Wow is right! I assume this is a resin kit, oui?

Btw, notice how the arms are not fully extended as in the original Aurora sculpt. As mentioned in another post on a releated topic, I much prefer the arms only semi-raised, as we see in the link photos.


----------



## Frankie Boy (Feb 28, 2002)

Ohhh .. has someone got a link to Buckwheat's site proper?

thanks


----------



## dklange (Apr 25, 2009)

I just pre-ordered one!! This looks very cool!!:thumbsup::thumbsup: - Denis


----------



## MonsterModelMan (Dec 20, 2000)

Frankie Boy said:


> Ohhh .. has someone got a link to Buckwheat's site proper?
> 
> thanks


 Ummm...did you try http://www.bucwheat.com/ ?

MMM


----------



## rkoenn (Dec 18, 2007)

That is a great sculpt and will be a fairly large kit as are the other MIM Aurora/Yagher box art kits. Looking at it while Yagher got the head straps done per the box art I am thinking maybe I will grind them down and put on a more typical band type strap at the hair line, the ones I see on the sculpt look more like he is trying to grow horns our of his forehead and that they are coming out in a downward direction. I'm not sure of the scale but they are big and I display the two I have done so far on top of my shelves as they won't fit, height wise, on a shelf. It looks like this one will have to go on top as well. Now I wish MIM would rerelease the box art Bride of Frankenstein. I've been happy with the 3 box arts and the Wild, Wild West resin kits I have gotten from MIM previously and have had no problems with dealing with them. I'm not saying they are perfect but my dealings have gone well and I have spoken with them personally concerning one of my orders.


----------



## dklange (Apr 25, 2009)

rkoenn said:


> Now I wish MIM would rerelease the box art Bride of Frankenstein. I've been happy with the 3 box arts and the Wild, Wild West resin kits I have gotten from MIM previously and have had no problems with dealing with them. I'm not saying they are perfect but my dealings have gone well and I have spoken with them personally concerning one of my orders.


Hey Bob it's available!
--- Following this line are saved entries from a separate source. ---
/** One event for one endpoint. Never deleted by the delivery job; `message_id` is the webhook-id of every attempt. */
export const webhookDeliveries = sqliteTable(
  "webhook_deliveries",
  {
    id: integer("id").primaryKey({ autoIncrement: true }),
    endpointId: integer("endpoint_id")
      .notNull()
      .references(() => webhookEndpoints.id, { onDelete: "restrict" }),
    messageId: text("message_id").notNull(),
    eventType: text("event_type").notNull(),
    /** The exact JSON body that is signed and sent. */
    payload: text("payload").notNull(),
    status: text("status", { enum: WEBHOOK_DELIVERY_STATUSES }).notNull().default("pending"),
    attempts: integer("attempts").notNull().default(0),
    nextAttemptAt: integer("next_attempt_at", { mode: "timestamp_ms" }).notNull().default(nowMs),
    /** While "sending": the claim's token and when it lapses (a crashed sender's claim becomes due again). */
    claimToken: text("claim_token"),
    leaseUntil: integer("lease_until", { mode: "timestamp_ms" }),
    lastStatusCode: integer("last_status_code"),
    lastError: text("last_error"),
    createdAt: createdAt(),
    deliveredAt: integer("delivered_at", { mode: "timestamp_ms" }),
  },
  (t) => [
    uniqueIndex("webhook_deliveries_message_unique").on(t.messageId),
    index("webhook_deliveries_due_idx").on(t.status, t.nextAttemptAt),
    index("webhook_deliveries_endpoint_idx").on(t.endpointId, t.id),
  ],
);
export type WebhookDelivery = typeof webhookDeliveries.$inferSelect;

export const webhookAttempts = sqliteTable(
  "webhook_attempts",
  {
    id: integer("id").primaryKey({ autoIncrement: true }),
    deliveryId: integer("delivery_id")
      .notNull()
      .references(() => webhookDeliveries.id, { onDelete: "cascade" }),
    at: integer("at", { mode: "timestamp_ms" }).notNull(),
    durationMs: integer("duration_ms").notNull(),
    statusCode: integer("status_code"),
    error: text("error"),
    /** The start of the receiver's answer (at most 4 KB), for display. */
    responseBody: text("response_body"),
  },
  (t) => [index("webhook_attempts_delivery_idx").on(t.deliveryId)],
);
export type WebhookAttempt = typeof webhookAttempts.$inferSelect;
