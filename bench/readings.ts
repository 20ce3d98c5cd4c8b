// Benchmark: a logger file of 1,000,000 readings through the CSV import path. Targets:
//   1. The import (parse, check every row, write, excursion refresh — one call of importCsvUpload)
//      takes under 15 s.
//   2. Memory stays bounded: the file is streamed, never loaded; peak RSS growth during the import
//      stays well under the file's size and within a fixed budget whatever the size.
// Then excursion detection over the stored readings, streamed from the database in time order
// through the incremental detector.
//
// Run with `npx tsx --conditions=react-server bench/readings.ts` (the condition makes
// `import "server-only"` a no-op). Options: `--rows N` (default 1,000,000); `--keep-files` keeps the
// database and the generated CSV (their paths are printed).
//
// The file is one refrigerator logger's export: an information block, then
// Date;Time;Temperature;Unit;Serial with dd.mm.yyyy dates, 24-hour local times in Europe/Berlin
// (both daylight-saving changes of 2025 inside, the repeated hour included), decimal commas, every
// 30 s from 1 January 2025 (a year in the past: readings ahead of the server's clock are refused). Invented data: 4–5 °C with noise, short door openings, and one warm
// spell above 8 °C for 40–100 min about every two weeks. The script reports; it does not fail.
import fs from "node:fs";
import os from "node:os";
import path from "node:path";

const tempDir = fs.mkdtempSync(path.join(os.tmpdir(), "headroom-bench-readings-"));
process.env.DATABASE_PATH = path.join(tempDir, "readings.db");
process.env.UPLOAD_DIR = path.join(tempDir, "uploads");
process.env.BCRYPT_COST = "4";
process.env.SESSION_SECRET = "bench-session-secret-at-least-32-characters-long";
process.env.LOG_LEVEL = "silent";

const rowsArg = process.argv.indexOf("--rows");
const ROW_COUNT = rowsArg > 0 ? Number(process.argv[rowsArg + 1]) : 1_000_000;
const keepFiles = process.argv.includes("--keep-files");
const IMPORT_TARGET_S = 15;
/**
 * Memory is bounded when the growth does not follow the file's size: SQLite's page caches (16 MB
 * for the database, 16 MB for the staging table) and a chunk of text at a time, not the rows.
 * Try `--rows 2000000` to see the growth stay where it is.
 */
const MEMORY_BUDGET_BYTES = 64 * 1024 * 1024;
const ZONE = "Europe/Berlin";
const DEVICE = "LOG-BENCH";
const THRESHOLD_C = 8;
const MIN_DURATION_MIN = 30;

async function main(): Promise<void> {
  const { closeDb, getDb } = await import("@/db/client");
  const { rooms, sites, storageUnits, sensors, users, excursions, readings } = await import("@/db/schema");
  const { startCsvUploadFromFile, previewCsvUpload, importCsvUpload } = await import("@/lib/temperatures/csv-upload");
  const { csvMappingSchema } = await import("@/lib/temperatures/csv");
  const { createExcursionDetector } = await import("@/lib/temperatures/excursions");
  const { writeLoggerCsv } = await import("./lib/logger-csv");
  const { eq } = await import("drizzle-orm");

  const MB = 1024 * 1024;
  const mb = (bytes: number) => `${(bytes / MB).toFixed(0)} MB`;
  const seconds = (ms: number) => `${(ms / 1000).toFixed(2)} s`;
  const thousands = (n: number) => n.toLocaleString("en-GB");
  const verdict = (met: boolean) => (met ? "target met" : "target NOT met");

  /** RSS sampled every 20 ms while `work` runs (a synchronous stretch is seen at its ends only). */
  async function measured<T>(work: () => Promise<T>): Promise<{ value: T; ms: number; cpuMs: number; startRss: number; peakRss: number }> {
    global.gc?.();
    const startRss = process.memoryUsage.rss();
    let peakRss = startRss;
    const timer = setInterval(() => {
      peakRss = Math.max(peakRss, process.memoryUsage.rss());
    }, 20);
    const startedAt = performance.now();
    const cpuAtStart = process.cpuUsage();
    try {
      const value = await work();
      const ms = performance.now() - startedAt;
      const cpu = process.cpuUsage(cpuAtStart);
      peakRss = Math.max(peakRss, process.memoryUsage.rss());
      return { value, ms, cpuMs: (cpu.user + cpu.system) / 1000, startRss, peakRss };
    } finally {
      clearInterval(timer);
    }
  }

  console.log(`Node ${process.version}, ${os.cpus().length} CPUs, load average ${os.loadavg().map((l) => l.toFixed(2)).join(" ")}.`);

  // ---------------------------------------------------------------------------------------------
  // 1. A sensor on a refrigerator with an 8 °C / 30 min excursion rule, and a facilities user
  // ---------------------------------------------------------------------------------------------
  const db = getDb();
  const user = db.insert(users).values({ email: "bench.facilities@example.test", name: "Bench Facilities", role: "facilities", passwordHash: "x" }).returning().get();
  const actor = { id: user.id, email: user.email, name: user.name, role: user.role };
  const site = db.insert(sites).values({ name: "Bench campus" }).returning().get();
  const room = db.insert(rooms).values({ siteId: site.id, code: "B-1", name: "Bench lab", designMaxTempC: 27 }).returning().get();
  const unit = db
    .insert(storageUnits)
    .values({ roomId: room.id, code: "FR-B", name: "Bench refrigerator", kind: "flammable_storage_refrigerator", setMinC: 2, setMaxC: 8, excursionThresholdC: THRESHOLD_C, excursionMinDurationMin: MIN_DURATION_MIN })
    .returning()
    .get();
  const sensor = db.insert(sensors).values({ externalId: DEVICE, name: "Bench refrigerator logger", storageUnitId: unit.id }).returning().get();

  // ---------------------------------------------------------------------------------------------
  // 2. The logger file, written as a stream
  // ---------------------------------------------------------------------------------------------
  const csvPath = path.join(tempDir, "logger-bench.csv");
  const generated = await measured(() => writeLoggerCsv(csvPath, { rows: ROW_COUNT, device: DEVICE, timeZone: ZONE }));
  const fileBytes = fs.statSync(csvPath).size;
  console.log(`\nGenerated ${thousands(ROW_COUNT)} readings (${mb(fileBytes)}) in ${seconds(generated.ms)}; peak RSS ${mb(generated.peakRss)}.`);

  // ---------------------------------------------------------------------------------------------
  // 3. Upload (copy + layout detection), preview (one read pass), import (read pass + write)
  // ---------------------------------------------------------------------------------------------
  const uploaded = await measured(() => startCsvUploadFromFile(actor, sensor.id, csvPath));
  const info = uploaded.value;
  console.log(`\nUpload: ${seconds(uploaded.ms)}. Detected: delimiter “${info.layout.delimiter}”, decimal “${info.layout.decimalSeparator}”, header on line ${info.layout.headerLine}, columns ${info.layout.headers.join(", ")}.`);
  const mapping = csvMappingSchema.parse({ ...info.mapping, timeZone: ZONE });
  console.log(`Mapping: ${JSON.stringify(mapping)}`);

  const preview = await measured(() => previewCsvUpload(actor, sensor.id, info.token, mapping));
  console.log(
    `\nPreview (read and check every row, nothing written): ${seconds(preview.ms)} (CPU ${seconds(preview.cpuMs)}); ${thousands(preview.value.rowCount)} rows, ${thousands(preview.value.issueCount)} problems; ` +
      `RSS ${mb(preview.startRss)} → peak ${mb(preview.peakRss)} (growth ${mb(preview.peakRss - preview.startRss)}).`,
  );
  if (preview.value.issueCount) console.log(preview.value.issues.slice(0, 5));

  const imported = await measured(() => importCsvUpload(actor, sensor.id, info.token, mapping));
  const result = imported.value;
  const rowsPerSecond = Math.round(result.rowCount / (imported.ms / 1000));
  console.log(
    `\nImport: ${seconds(imported.ms)} (CPU ${seconds(imported.cpuMs)}) for ${thousands(result.rowCount)} rows (${thousands(rowsPerSecond)} rows/s): ${thousands(result.accepted)} accepted, ${thousands(result.duplicates)} duplicates; ` +
      `excursions ${JSON.stringify(result.excursions)}.`,
  );
  console.log(`  read pass ≈ ${seconds(preview.ms)} (the preview), write transaction ≈ ${seconds(imported.ms - preview.ms)} (insert from the staging table, excursion refresh, audit).`);
  console.log("  Wall times include waiting for the CPU when the machine is busy (see the load average); CPU time is this process's own.");
  const importGrowth = imported.peakRss - imported.startRss;
  console.log(
    `  RSS ${mb(imported.startRss)} → peak ${mb(imported.peakRss)} sampled (growth ${mb(importGrowth)} for a ${mb(fileBytes)} file); process maximum RSS so far ${mb(process.resourceUsage().maxRSS * 1024)}.`,
  );
  const budget = Math.min(fileBytes, MEMORY_BUDGET_BYTES);
  console.log(
    `  Import under ${IMPORT_TARGET_S} s: ${verdict(imported.ms < IMPORT_TARGET_S * 1000)}. ` +
      `Peak RSS growth under the file size and under ${mb(MEMORY_BUDGET_BYTES)} whatever the size: ${verdict(importGrowth < budget)} (${((100 * importGrowth) / fileBytes).toFixed(0)} % of the file).`,
  );

  // ---------------------------------------------------------------------------------------------
  // 4. Excursion detection over the stored readings, streamed in time order
  // ---------------------------------------------------------------------------------------------
  const sqlite = db.$client;
  const detection = await measured(async () => {
    const detector = createExcursionDetector({ thresholdC: THRESHOLD_C, minDurationMs: MIN_DURATION_MIN * 60_000 });
    const found = [];
    let count = 0;
    const rows = sqlite.prepare("SELECT at, temp_c FROM readings WHERE sensor_id = ? ORDER BY at").raw(true).iterate(sensor.id) as IterableIterator<[number, number]>;
    for (const [atMs, tempC] of rows) {
      count++;
      const completed = detector.push({ atMs, tempC });
      if (completed) found.push(completed);
    }
    found.push(...detector.finish());
    return { count, found };
  });
  const stored = db.select().from(excursions).where(eq(excursions.sensorId, sensor.id)).orderBy(excursions.startAt).all();
  const same =
    stored.length === detection.value.found.length &&
    stored.every((e, i) => e.startAt.getTime() === detection.value.found[i].startMs && (e.endAt?.getTime() ?? null) === detection.value.found[i].endMs && e.peakTempC === detection.value.found[i].peakTempC);
  const longest = Math.max(...detection.value.found.map((e) => e.durationMs / 60_000));
  console.log(
    `\nExcursion detection, streamed from the database: ${thousands(detection.value.count)} readings in ${seconds(detection.ms)} (CPU ${seconds(detection.cpuMs)}); ${detection.value.found.length} excursions ` +
      `(longest ${longest.toFixed(0)} min); RSS growth ${mb(detection.peakRss - detection.startRss)}. Same as the ${stored.length} stored by the import: ${same ? "yes" : "NO"}.`,
  );
  const storedCount = await db.$count(readings, eq(readings.sensorId, sensor.id));
  console.log(`Readings stored: ${thousands(storedCount)}. Load average at the end ${os.loadavg().map((l) => l.toFixed(2)).join(" ")}.`);

  closeDb();
  if (keepFiles) console.log(`\nKept: ${process.env.DATABASE_PATH} and ${csvPath}`);
  else fs.rmSync(tempDir, { recursive: true, force: true });
}

main().catch((error) => {
  console.error(error);
  if (!keepFiles) fs.rmSync(tempDir, { recursive: true, force: true });
  process.exitCode = 1;
});
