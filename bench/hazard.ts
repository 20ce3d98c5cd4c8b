// Benchmark: evaluations per second of saturationPressure + saturatedConcentration, the pair run
// for every location × substance × temperature when the register is re-evaluated.
// Run with `npx tsx bench/hazard.ts`. Target: at least 5 million pairs per second on one core.
//
// Each scenario is warmed up first (so the JIT has optimised the hot path), then timed in several
// rounds. Rates are given per CPU-second of this process (process.cpuUsage: what one core does,
// less affected by other processes on a shared machine) and per wall-clock second; the median is
// the headline figure, the best shows what an idle core does.
import * as hazard from '@/lib/hazard';
import { substanceLibrary } from '@/db/seed/substance-library';

// Take the functions once: module namespaces are reached through getters, which would otherwise
// be timed along with the physics.
const { saturationPressure, saturatedConcentration } = hazard;

const TARGET_PER_SECOND = 5_000_000;
const WARM_UP_MS = 1500;
const ROUNDS = 7;
const ROUND_MS = 1000;
const BATCH = 20_000;

type Case = { props: hazard.VaporProperties; tempC: number };
type Round = { cpuRate: number; wallRate: number; checksum: number };

function buildCases(temperaturesC: number[], onlyCovered: boolean): Case[] {
  const cases: Case[] = [];
  for (const seed of substanceLibrary) {
    if (seed.correlations.length === 0) continue;
    const props: hazard.VaporProperties = {
      molarMassGPerMol: seed.molarMassGPerMol,
      correlations: seed.correlations,
      normalBoilingPointC: seed.normalBoilingPointC,
      enthalpyOfVaporizationKJPerMol: seed.enthalpyOfVaporizationKJPerMol,
      meltingPointC: seed.meltingPointC,
      flashPointC: seed.flashPointC,
      lflVolPercent: seed.lflVolPercent,
      uflVolPercent: seed.uflVolPercent,
    };
    for (const tempC of temperaturesC) {
      const result = saturationPressure(props, tempC);
      if (onlyCovered && (result.warnings.length > 0 || saturatedConcentration(props, tempC).boils)) continue;
      cases.push({ props, tempC });
    }
  }
  return cases;
}

/** CPU time of this process in ms (user + system). */
function cpuMs(): number {
  const usage = process.cpuUsage();
  return (usage.user + usage.system) / 1000;
}

// Two timing loops written out rather than one loop taking a callback: a shared callback call
// site would see several functions and cost more than the physics being measured.

/** saturationPressure then saturatedConcentration for each case, as the register does. */
function timePairs(cases: Case[], durationMs: number): Round {
  const count = cases.length;
  let checksum = 0;
  let evaluations = 0;
  let index = 0;
  const wallStart = performance.now();
  const cpuStart = cpuMs();
  let wallNow = wallStart;
  while (wallNow - wallStart < durationMs) {
    for (let batch = 0; batch < BATCH; batch++) {
      const item = cases[index];
      checksum += saturationPressure(item.props, item.tempC).pressureKPa;
      checksum += saturatedConcentration(item.props, item.tempC).ppm;
      index = index + 1 === count ? 0 : index + 1;
    }
    evaluations += BATCH;
    wallNow = performance.now();
  }
  const cpuElapsedMs = cpuMs() - cpuStart;
  return { cpuRate: (evaluations * 1000) / cpuElapsedMs, wallRate: (evaluations * 1000) / (wallNow - wallStart), checksum };
}

/** saturatedConcentration alone: consecutive cases differ, so nothing computed before is reused. */
function timeSingles(cases: Case[], durationMs: number): Round {
  const count = cases.length;
  let checksum = 0;
  let evaluations = 0;
  let index = 0;
  const wallStart = performance.now();
  const cpuStart = cpuMs();
  let wallNow = wallStart;
  while (wallNow - wallStart < durationMs) {
    for (let batch = 0; batch < BATCH; batch++) {
      const item = cases[index];
      checksum += saturatedConcentration(item.props, item.tempC).ppm;
      index = index + 1 === count ? 0 : index + 1;
    }
    evaluations += BATCH;
    wallNow = performance.now();
  }
  const cpuElapsedMs = cpuMs() - cpuStart;
  return { cpuRate: (evaluations * 1000) / cpuElapsedMs, wallRate: (evaluations * 1000) / (wallNow - wallStart), checksum };
}

function median(values: number[]): number {
  const sorted = [...values].sort((a, b) => a - b);
  const middle = sorted.length >> 1;
  return sorted.length % 2 === 1 ? sorted[middle] : 0.5 * (sorted[middle - 1] + sorted[middle]);
}

const millions = (rate: number) => (rate / 1e6).toFixed(2);

function run(label: string, unit: string, cases: Case[], time: (cases: Case[], durationMs: number) => Round): number {
  time(cases, WARM_UP_MS);
  const rounds: Round[] = [];
  for (let round = 0; round < ROUNDS; round++) rounds.push(time(cases, ROUND_MS));
  const cpu = rounds.map((round) => round.cpuRate);
  const wall = rounds.map((round) => round.wallRate);
  const checksum = rounds.reduce((sum, round) => sum + round.checksum, 0);
  const cpuMedian = median(cpu);
  console.log(
    `${label} (${cases.length} cases):\n` +
      `  per CPU-second:   median ${millions(cpuMedian)} M ${unit}/s, best ${millions(Math.max(...cpu))}, worst ${millions(Math.min(...cpu))}\n` +
      `  per wall second:  median ${millions(median(wall))} M ${unit}/s, best ${millions(Math.max(...wall))}, worst ${millions(Math.min(...wall))}` +
      `  (checksum ${checksum.toExponential(3)})`,
  );
  return cpuMedian;
}

const storageTemperaturesC = [-20, -18, 2, 4, 5, 8, 15, 20, 22, 25, 28, 30, 35, 40];
const covered = buildCases(storageTemperaturesC, true);
console.log(
  `Node ${process.version}; one thread; ${WARM_UP_MS} ms warm-up, then ${ROUNDS} rounds of ${ROUND_MS} ms per scenario. ` +
    'A pair = saturationPressure + saturatedConcentration for the same substance and temperature.',
);
const pairRate = run('In-range pairs (no warnings: the common case)', 'pairs', covered, timePairs);
run('In-range saturatedConcentration alone (no pressure to reuse)', 'evaluations', covered, timeSingles);
run('Every library liquid at −20…40 °C, incl. extrapolation and boiling warnings', 'pairs', buildCases(storageTemperaturesC, false), timePairs);
const met = pairRate >= TARGET_PER_SECOND;
console.log(
  `Target ${TARGET_PER_SECOND / 1e6} M pairs per CPU-second on the in-range case: ${met ? 'met' : 'NOT met'} ` +
    `(median ${millions(pairRate)} M pairs/s)`,
);
process.exitCode = 0;
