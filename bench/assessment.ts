// Benchmark: the pure assessment rules over an invented register of 100,000 containers in 2,000
// storage units (50 each, half of them refrigerators assessed in control and with control lost) and
// 100 rooms. Target: under 1 ms of CPU per unit on average, traces not read (a re-assessment reads a
// trace only for a finding that is new or changed). It also reports what reading and serialising every
// trace costs, the upper bound of a first assessment.
//
// Run with `npx tsx bench/assessment.ts`. It reports; it does not fail: the exit code is 0 either way.
// Times are CPU time of this process (process.cpuUsage), less affected by other processes on a shared
// machine than wall-clock time; the median of several rounds is the headline figure.
import { substanceLibrary } from "@/db/seed/substance-library";
import {
  assessLocation,
  buildSubstanceSnapshot,
  createAssessmentCache,
  type LocationSnapshot,
  type RoomInfo,
  type StoredLiquid,
  type SubstanceSnapshot,
} from "@/lib/assessment/rules";
import { selectWorstCase, type WorstCase } from "@/lib/temperatures/worst-case";

const UNIT_COUNT = 2_000;
const CONTAINERS_PER_UNIT = 50;
const ROOM_COUNT = 100;
const ROUNDS = 7;
const TARGET_MS_PER_UNIT = 1;

const substances: SubstanceSnapshot[] = substanceLibrary
  .filter((seed) => seed.physicalState === "liquid")
  .map((seed, i) =>
    buildSubstanceSnapshot({
      id: i + 1,
      name: seed.name,
      cas: seed.cas,
      physicalState: seed.physicalState,
      molarMassGPerMol: seed.molarMassGPerMol,
      correlations: seed.correlations,
      normalBoilingPointC: seed.normalBoilingPointC,
      enthalpyOfVaporizationKJPerMol: seed.enthalpyOfVaporizationKJPerMol ?? null,
      meltingPointC: seed.meltingPointC ?? null,
      flashPointC: seed.flashPointC ?? null,
      lflVolPercent: seed.lflVolPercent ?? null,
      uflVolPercent: seed.uflVolPercent ?? null,
      liquidDensityKgPerM3: seed.liquidDensityGPerMl != null ? seed.liquidDensityGPerMl * 1000 : null,
      exposureLimits: seed.exposureLimits,
      sources: seed.sources,
    }),
  );

const design = (tempC: number): WorstCase => selectWorstCase([{ kind: "design", tempC }]) as WorstCase;
const STATES = ["sealed", "sealed", "opened", "in_use"] as const;

function room(id: number): RoomInfo {
  return {
    id,
    siteId: 1,
    code: `R-${id}`,
    name: `Room ${id}`,
    kind: "laboratory",
    volumeM3: 120,
    floorAreaM2: 40,
    airChangesPerHour: 6,
    mixingFactor: 0.5,
    sprinklered: id % 2 === 0,
    atmosphericPressureKPa: 101.325,
    worstCase: design(24 + (id % 30) / 10),
  };
}

let containerId = 0;
function contents(seed: number, count: number): StoredLiquid[] {
  return Array.from({ length: count }, (_, i) => {
    containerId += 1;
    return {
      containerId,
      label: `B-${containerId}`,
      content: { kind: "substance", substance: substances[(seed * 7 + i * 3) % substances.length] },
      amount: [0.1, 0.5, 1, 2.5, 4][i % 5],
      amountUnit: "L",
      state: STATES[(seed + i) % STATES.length],
    } satisfies StoredLiquid;
  });
}

const rooms = Array.from({ length: ROOM_COUNT }, (_, i) => room(i + 1));
const units: LocationSnapshot[] = Array.from({ length: UNIT_COUNT }, (_, u) => {
  const fridge = u % 2 === 0;
  return {
    kind: "unit",
    room: rooms[u % ROOM_COUNT],
    contents: contents(u, CONTAINERS_PER_UNIT),
    unit: {
      id: u + 1,
      code: `U-${u + 1}`,
      name: `Unit ${u + 1}`,
      kind: fridge ? (u % 4 === 0 ? "domestic_refrigerator" : "flammable_storage_refrigerator") : "flammable_cabinet",
      internalVolumeL: fridge ? 280 : 450,
      ventilated: false,
      ignitionSourceFree: u % 4 !== 0,
      setRange: fridge ? { minC: 2, maxC: 8 } : null,
      worstCase: { inControl: design(fridge ? 4 + (u % 50) / 10 : 22 + (u % 70) / 10), controlLost: null },
    },
  };
});
const roomSnapshots: LocationSnapshot[] = rooms.map((r, i) => ({ kind: "room", room: r, contents: contents(1000 + i, 20 * CONTAINERS_PER_UNIT) }));

function cpuMs(): number {
  const usage = process.cpuUsage();
  return (usage.user + usage.system) / 1000;
}

function median(values: number[]): number {
  const sorted = [...values].sort((a, b) => a - b);
  return sorted[Math.floor(sorted.length / 2)];
}

function round(locations: LocationSnapshot[], readTraces: boolean): { ms: number; findings: number; traceBytes: number } {
  const cache = createAssessmentCache();
  const start = cpuMs();
  let findings = 0;
  let traceBytes = 0;
  for (const location of locations) {
    for (const finding of assessLocation(location, undefined, { cache })) {
      findings += 1;
      if (readTraces) traceBytes += JSON.stringify(finding.trace).length;
    }
  }
  return { ms: cpuMs() - start, findings, traceBytes };
}

round(units, false); // warm-up
const unitRounds = Array.from({ length: ROUNDS }, () => round(units, false));
const perUnit = unitRounds.map((r) => r.ms / UNIT_COUNT);
console.log(`${UNIT_COUNT} units × ${CONTAINERS_PER_UNIT} containers, traces not read (${unitRounds[0].findings} findings):`);
console.log(`  CPU per unit: median ${median(perUnit).toFixed(3)} ms, best ${Math.min(...perUnit).toFixed(3)}, worst ${Math.max(...perUnit).toFixed(3)}`);
console.log(`  all units: median ${median(unitRounds.map((r) => r.ms)).toFixed(0)} ms`);

const roomRounds = Array.from({ length: 3 }, () => round(roomSnapshots, false));
console.log(`${ROOM_COUNT} rooms × ${20 * CONTAINERS_PER_UNIT} containers (spills, room quantities): median ${median(roomRounds.map((r) => r.ms / ROOM_COUNT)).toFixed(3)} ms per room`);

const withTraces = round(units.slice(0, 200), true);
console.log(
  `Reading and serialising every trace (first assessment): ${(withTraces.ms / 200).toFixed(2)} ms per unit, ${(withTraces.traceBytes / withTraces.findings / 1024).toFixed(1)} KB of JSON per finding`,
);
console.log(`Target under ${TARGET_MS_PER_UNIT} ms of CPU per unit: ${median(perUnit) < TARGET_MS_PER_UNIT ? "met" : "NOT met"}`);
Here's the link...

http://www.monstersinmotion.com/cart/frankenstein-item-list-a-z-c-8_208_214/bride-aurora-box-art-tribute-resin-model-kit-p-8813

I've looked at this kit many times and thought it would be cool to build.

- Denis


----------



## Frankie Boy (Feb 28, 2002)

MonsterModelMan said:


> Ummm...did you try http://www.bucwheat.com/ ?
> 
> MMM


Oops .. I was spelling it with a "k", which is why, I suppose, it didn't come up for me. 

Thanks!


----------



## Fraley1701 (Sep 3, 2003)

rkoenn said:


> Looking at it while Yagher got the head straps done per the box art I am thinking maybe I will grind them down and put on a more typical band type strap at the hair line, the ones I see on the sculpt look more like he is trying to grow horns our of his forehead and that they are coming out in a downward direction.


I understand that Yagher's sculpt is based on Bama's painting, which in turn is based on the Glenn Strange monster; but I have never seen a photo of the Glenn Strange Frankenstein monster with those horns busting through his forehead! I always wondered where Bama came up with that interpretation?


----------



## rkoenn (Dec 18, 2007)

Fraley1701 said:


> I understand that Yagher's sculpt is based on Bama's painting, which in turn is based on the Glenn Strange monster; but I have never seen a photo of the Glenn Strange Frankenstein monster with those horns busting through his forehead! I always wondered where Bama came up with that interpretation?


I'd sure like to know that, he didn't mention the rationale in his interview on Witches Dungeon's Aurora Models DVD. Those just look awful and I am definitely going to remove them and put some molded metal straps at the hair line. The straps make sense to hold the top of the monsters skull onto the lower part so the good doctor could put the brain inside and seal it up after.


----------



## Matthew Green (Nov 12, 2000)

I would like to see pics of the other tribute resins of Aurora done. Anyone have them?


----------



## bqeman (Apr 14, 2009)

MIM still sells most of them so if you go to their website and search Aurora Tribute Art Kits, you can see most of them

So far, I think Dracula, Phantom & Bride are the best

However, while this one is spot on when compared to the Bama artwork, but I get the feeling that most of us feel it doesn't really look enough like The Monster we know and love as portrayed by Karloff, Strange, Chaney or Lugosi. 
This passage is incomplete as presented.